Operational/ activity based budgets must be drawn up by people who have ground experience. Long term strategic budgets should be drawn by senior management. For an annual budget, both the strategic and operational angles are needed; therefore field staff,
departmental managers, accounts staff, and senior management should all be involved. A budget committee normally coordinates the process. The overall budget (Master Budget) should be approved by the Administrative Committee.
Budgeting Process
The budget process provides the vehicle for operationalising strategy by making decisions to allocate funds in line with the strategy. There are differences between organizations- size, type of mission, number of products/ programs/ projects, to name just
a few factors.

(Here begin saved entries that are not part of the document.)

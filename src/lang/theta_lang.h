/* The language side of Norbury's class Theta (the engine is src/engines/theta/): the name Theta as a
   class, int_{g,n} of integrands holding Theta, <Theta | tau_...>_g, supervolume(g, n). */
#ifndef PSIKAPPA_THETA_LANG_H
#define PSIKAPPA_THETA_LANG_H

#include "interp.h"
#include "classes/cpoly.h"
#include "series/spec.h"
#include "theta/theta.h"

/* Whether name is a class name this module evaluates (Theta) when the script has not bound it. */
int theta_is_class_name(const char *name);

/* The class Theta as a value (new reference); n is the node for messages. */
value *theta_class_value(interp *I, const node *n);

/* Whether v is a class expression holding Theta. */
int theta_in_value(const value *v);

/* The Theta order of an additive term of an integrand: negative when it cannot be read. */
enum { TH_DEEP = -2, TH_BAD = -1, TH_FREE = 0, TH_LINEAR = 1, TH_SQUARE = 2 };

/* Calls fn on each additive term of e with its Theta order and its Theta-free rest (the term
   divided by Theta, for TH_LINEAR); returns 0 as soon as fn does. */
typedef int (*theta_term_visit)(void *data, const cx *term, int order, cx *rest);
int theta_each_term(const cx *e, theta_term_visit fn, void *data);

/* Reports why a term cannot be integrated with Theta, at its Theta node. */
void theta_report_bad(const node *where, const cx *term, int order);

/* Expands the Theta-free rest R of a Theta-linear term up to degree g-1 into P (made by
   cpoly_init_degree), reporting errors at their nodes; 1 on success. */
int theta_expand_rest(cpoly *P, const node *where, const cx *rest);
/* Whether genus g is within the Theta engine's reach and --max-table; reports at where. */
int theta_rest_genus_ok(interp *I, const node *where, slong g);

/* Splits an integrand holding Theta into the sum of its Theta-free terms and the sum of its
   Theta-linear terms (new references, NULL for an empty sum); terms with Theta^2 are zero and
   dropped. Returns 0 after reporting a term Theta cannot be read in. */
int theta_split_integrand(interp *I, const node *where, slong g, const cx *e, cx **free_part, cx **theta_part,
                          int *why);

/* Why an integral with Theta is 0, as bits: genus 0, Theta^2, no cofactor of degree g-1; and
   THETA_ZERO_NOT when some term may be nonzero. */
enum { THETA_ZERO_GENUS0 = 1, THETA_ZERO_SQUARE = 2, THETA_ZERO_DEGREE = 4, THETA_ZERO_NOT = 8 };
/* Says once per integral `where` why it is 0 (why without THETA_ZERO_NOT): the answer is right,
   but the question was probably not the one meant. */
void theta_warn_zero(interp *I, const node *where, slong g, slong n, int why);


/* explain int_{g,n} ... for such an integrand: prints the reduction to <Theta | ...>_g numbers.
   Returns 0 after reporting an error. */
int theta_explain(interp *I, const node *where, slong g, slong n, const value *integrand);

/* <Name | tau_d>_g with Name = where->text (Theta is the only one): new reference or NULL. */
value *theta_correlator_value(interp *I, const node *where, slong g, const slong *d, slong n);

/* supervolume(g, n): V^Theta_{g,n}(L_1..L_n) as a polynomial in L_i and pi (declares L_i). */
value *theta_builtin_supervolume(interp *I, const node *call, value **args);

/* VTheta_{g,n} and supervolume(g, n) for evaluated g, n >= 0: V^Theta_{g,n}(L_1..L_n), declaring
   L_1..L_n.  New reference, or NULL after reporting at where. */
value *theta_supervolume_value(interp *I, const node *where, slong g, slong n);

/* The Virasoro (route 0) or KdV (route 1) table of the session, created on first use with the
   session's limits; NULL when memory is exhausted.  The interpreter owns it. */
theta_table *theta_lang_table(interp *I, int route);

/* Refuses (reporting at where) a genus beyond the engine's limit or whose Theta table would pass
   --max-table by estimate.  Returns 1 when the Theta numbers of genus g may be computed. */
int theta_genus_ok(interp *I, const node *where, slong g);

/* res = the planned Brezin-Gross-Witten specialisation P (spec_plan_build_theta) at the times t, by
   the Virasoro table; with --verify also by the KdV table, compared.  res is initialised by the
   caller.  Returns 0 after reporting an error at where. */
int theta_spec_evaluate(interp *I, const node *where, tseries *res, const spec_plan *P, const tseries *t);

/* Reports an engine status of the Theta routes at where (cancel, limits, inexact division). */
void theta_lang_report(interp *I, const node *where, int rc);

/* Releases the session's Theta tables (interp teardown). */
void theta_lang_clear(interp *I);

#endif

Across the variety, the budget process maintains a remarkably consistent shape. Generally, the budget process consists of three basic phases:
 Budget development
 Budget monitoring, tracking, and adjustments
 Analysis of final results
These phases cross years: Budget development takes place before the budget year in question starts; Monitoring and adjustment occur throughout the budget year; Final results are analyzed after the year ends. In most healthy organizations, one of these three
phases is in progress at any given time, and the phases from different years feed back to each other.
(i) Budget Development
It should start with a set of activities to lay the ground for the next year’s budget. Managers of the organization should start the process by evaluating its financial position and reviewing the organization’s strategies. Managers usually begin by looking at the
results from the year that has just ended. Although another complete year-the one current underway-will occur between the period covered by those results and the year for which they are preparing a budget, this information is the best at this time, as it covers the most recent results realized.
(ii) Budget Monitoring, Tracking and Adjustments
Activity related to monitoring and tracking the current year budget usually consumes more time than budget development. The first task in managing the current year is to make sure that spending stays with in limits and that the revenue goals are achieved. If
revenues exceed plan, increased spending may be acceptable or necessary. In face of revenue shortfalls, it does not do the organisation any good to meet its expense budgets.

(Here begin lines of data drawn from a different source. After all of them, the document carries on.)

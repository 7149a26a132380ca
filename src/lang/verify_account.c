/* The account of --verify (see verify_account.h): counters kept for the whole run, so that the
   end of the run can say what was and was not checked, and why. */
#include <stdlib.h>
#include <string.h>

#include "diag.h"
#include "util.h"
#include "verify_account.h"

/* At most this many distinct reasons are told apart; later ones share the last line. */
#define VERIFY_MAX_REASONS 24

typedef struct {
    const char *why;
    verify_unit unit;
    double count;
} verify_reason;

struct verify_account {
    double checked[2], unchecked[2], zero;
    verify_reason reasons[VERIFY_MAX_REASONS];
    int nreasons;
    int second_depth;       /* > 0 inside a second route */
};

/* The interpreter's account, made on first use (never NULL: xcalloc exits on exhaustion). */
static struct verify_account *verify_get(interp *I)
{
    if (!I->vacct)
        I->vacct = xcalloc(1, sizeof(struct verify_account));
    return I->vacct;
}

void verify_checked(interp *I, verify_unit u, double count)
{
    struct verify_account *A = verify_get(I);
    if (A->second_depth == 0)
        A->checked[u] += count;
}

/* Adds count to the line of (why, u), opening one if there is room. */
static void verify_add_reason(struct verify_account *A, verify_unit u, double count, const char *why)
{
    int i;
    for (i = 0; i < A->nreasons; i++)
        if (A->reasons[i].unit == u && strcmp(A->reasons[i].why, why) == 0)
            break;
    if (i == A->nreasons && A->nreasons < VERIFY_MAX_REASONS) {
        A->reasons[i].why = why;
        A->reasons[i].unit = u;
        A->reasons[i].count = 0;
        A->nreasons++;
    } else if (i == A->nreasons) {
        i = A->nreasons - 1;
    }
    A->reasons[i].count += count;
}

int verify_unchecked(interp *I, const node *where, verify_unit u, double count, const char *why)
{
    struct verify_account *A = verify_get(I);
    if (A->second_depth > 0 || count <= 0)
        return 1;
    A->unchecked[u] += count;
    verify_add_reason(A, u, count, why);
    if (u != VERIFY_VALUE || I->verify < 2)
        return 1;
    diag_error(&where->loc, "--verify=strict: this value was not checked by a second route: %s", why);
    return 0;
}

value *verify_unchecked_value(interp *I, const node *where, value *v, const char *why)
{
    if (v && !verify_unchecked(I, where, VERIFY_VALUE, 1, why)) {
        value_release(v);
        return NULL;
    }
    return v;
}

void verify_no_check_needed(interp *I)
{
    struct verify_account *A = verify_get(I);
    if (A->second_depth == 0)
        A->zero++;
}

void verify_second_begin(interp *I)
{
    verify_get(I)->second_depth++;
}

void verify_second_end(interp *I)
{
    verify_get(I)->second_depth--;
}

/* "1 value" / "3 monomials". */
static void verify_print_count(FILE *f, double count, verify_unit u)
{
    static const char *names[2][2] = {{"value", "values"}, {"monomial", "monomials"}};
    fprintf(f, "%.0f %s", count, names[u][count != 1]);
}

void verify_print(const interp *I, FILE *f)
{
    static const struct verify_account none;
    const struct verify_account *A = I->vacct ? I->vacct : &none;
    if (!I->verify)
        return;
    fprintf(f, "verify: %.0f of %.0f value%s checked by a second route", A->checked[0],
            A->checked[0] + A->unchecked[0], A->checked[0] + A->unchecked[0] == 1 ? "" : "s");
    if (A->checked[1] + A->unchecked[1] > 0)
        fprintf(f, ", and %.0f of %.0f monomial%s of their reductions", A->checked[1],
                A->checked[1] + A->unchecked[1], A->checked[1] + A->unchecked[1] == 1 ? "" : "s");
    if (A->zero > 0)
        fprintf(f, "; %.0f value%s 0 by the degree alone (nothing to check)", A->zero, A->zero == 1 ? " is" : "s are");
    fputc('\n', f);
    for (int i = 0; i < A->nreasons; i++) {
        fputs("  not checked: ", f);
        verify_print_count(f, A->reasons[i].count, A->reasons[i].unit);
        fprintf(f, ": %s%s\n", A->reasons[i].why,
                i == VERIFY_MAX_REASONS - 1 && A->nreasons == VERIFY_MAX_REASONS ? " (and other reasons)" : "");
    }
}

void verify_account_free(interp *I)
{
    free(I->vacct);
    I->vacct = NULL;
}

The process of comparing actual and budgeted outcomes periodically is known as budgetary control.
(iii) Analysis of Final results
When the year ends, the budgeted and actual results are tallied. At this point the budget process has completed the cycle. Only with the final results can the organisation judge whether its budgeting process has succeeded or failed. The following questions should be answered:
 Did the budgeting process succeed in anticipating events of the year?
 Did the process help the organisation identify and respond to conditions as they changed during the year?
 What do the final results tell us that we need to take into consideration for our planning for next year, and do they suggest an adjustments we need to make in our plans, goals, or actions during the year that just got started?Prior year budget versus actual analyses and full year forecast form the basis of the ensuing year’s budget.
Implementation/ execution of Plans
After going through the entire process of planning, the plan(s) should be executed or implemented. Even the most well thought out plan will remain useless if it is not executed. In implementing the plan(s), tasks are assigned with deadlines to responsible
individuals and progress is continually assessed against set goals and milestones.